Obviously, before making something shareable between threads like that, you'll need to recursively perform the same operation on everything it references, too. But that means that we can move the object down the allocation chain, since anything it refers to will be pushed down below it anyway, and there's no danger of ending up with a pointer into the future.
So perhaps we could get away with inserting it into the allocation chain of the common ancestor, just below the point where the earliest fork of the source or destination thread occurred. It's legal to move an object down the chain, as long as it never moves below an object it refers to.
Obviously, some objects that are being prepared for sharing may already be pushed partway down the thread family tree from previous sharings, or the object having been obtained from an ancestor in the first place - so in some cases, the recursive move-down operation won't have to do anything. A thread passing objects to one of its own children is an easy no-op, for a start, if the object existed before the fork (so is below it in the chain).

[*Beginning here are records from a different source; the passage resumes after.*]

@dataclass(frozen=True)
class Template:
    """One shipped template: file name stem, version, one-line summary and its builder."""

    name: str
    version: int
    title: str
    summary: str
    build: Callable[["TemplateBook"], None]

    @property
    def marker(self) -> str:
        return f"{self.name} {self.version}"

    @property
    def path(self) -> Path:
        return TEMPLATE_DIR / f"{self.name}.xlsx"


@dataclass(frozen=True)
class Valid:
    """The accepted values of a numeric input and why; the input cell's data validation.

    Bounds are inclusive unless ``low_open`` / ``high_open`` (a gap must be above 0, not 0).
    ``extra`` adds conditions on other inputs to the cell's validation formula ("{cell}" stands
    for the cell, e.g. "{cell}=INT({cell})"), ``extra_words`` says them in the message; the
    build's own check of the default (:meth:`admits`) sees the bounds only."""

    low: float | None = None
    high: float | None = None
    why: str = ""
    low_open: bool = False
    high_open: bool = False
    extra: tuple[str, ...] = ()
    extra_words: str = ""

    def describe(self, unit: str) -> str:
        u = f" {unit}" if unit not in ("", "-") else ""
        low = None if self.low is None else f"{'above' if self.low_open else 'at least'} {_num(self.low)}{u}"
        high = None if self.high is None else f"{'below' if self.high_open else 'at most'} {_num(self.high)}{u}"
        if low and high and not self.low_open and not self.high_open:
            words = f"from {_num(self.low)} to {_num(self.high)}{u}"
        else:
            words = " and ".join(part for part in (low, high) if part)
        return words + (f", {self.extra_words}" if self.extra_words else "")

    def admits(self, value: float) -> bool:
        if self.low is not None and (value < self.low or (self.low_open and value == self.low)):
            return False
        return not (self.high is not None and (value > self.high or (self.high_open and value == self.high)))

    def options(self, cell: str) -> dict:
        """XlsxWriter data-validation options (without the messages)."""
        closed = not self.low_open and not self.high_open
        if self.low is not None and self.high is not None and closed and not self.extra:
            return {"validate": "decimal", "criteria": "between", "minimum": self.low, "maximum": self.high}
        if (self.low is not None and self.high is not None) or self.extra:
            tests = [f"ISNUMBER({cell})"]
            if self.low is not None:
                tests.append(f"{cell}{'>' if self.low_open else '>='}{_num(self.low)}")
            if self.high is not None:
                tests.append(f"{cell}{'<' if self.high_open else '<='}{_num(self.high)}")
            tests += [condition.format(cell=cell) for condition in self.extra]
            return {"validate": "custom", "value": f"=AND({','.join(tests)})"}
        if self.low is not None:
            return {"validate": "decimal", "criteria": ">" if self.low_open else ">=", "value": self.low}
        if self.high is not None:
            return {"validate": "decimal", "criteria": "<" if self.high_open else "<=", "value": self.high}
        raise TemplateBuildError("a Valid range needs a lower or an upper bound")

Is it all worth it compared to a single allocation history chain shared by all threads? I dunno. More thread-local storage means less hassle with cache fighting on multi-processor systems (and they seem to be the future), and being able to quickly discard a given thread's garbage as soon as the thread dies is attractive in an environment with many short-lived lightweight threads. But the cost is in complex operations to maintain invariants when objects are passed between threads. And potential complex race conditions when two threads share the same 'tail' of their allocation chain list: who actually collects garbage in the tail? Really, the two threads' collectors ought to run down until the hit the tail, then block until BOTH have reached the same point, then the parent continues down the tail while the child starts again from the top, in order to ensure that all objects in the tail referenced by the child are correctly marked before the parent GC can risk considering anything free.
I guess I'll have to provide the detailed programming interface for creating memory pools and associating them with threads, then experiment with multiple implementations of the API: one that uses a global chain, and one that uses per-thread chains. With the latter having the option of allowing object sharing between threads (apart from a child thread sharing its parent's objects) at all, or just forcing copying when things are communicated.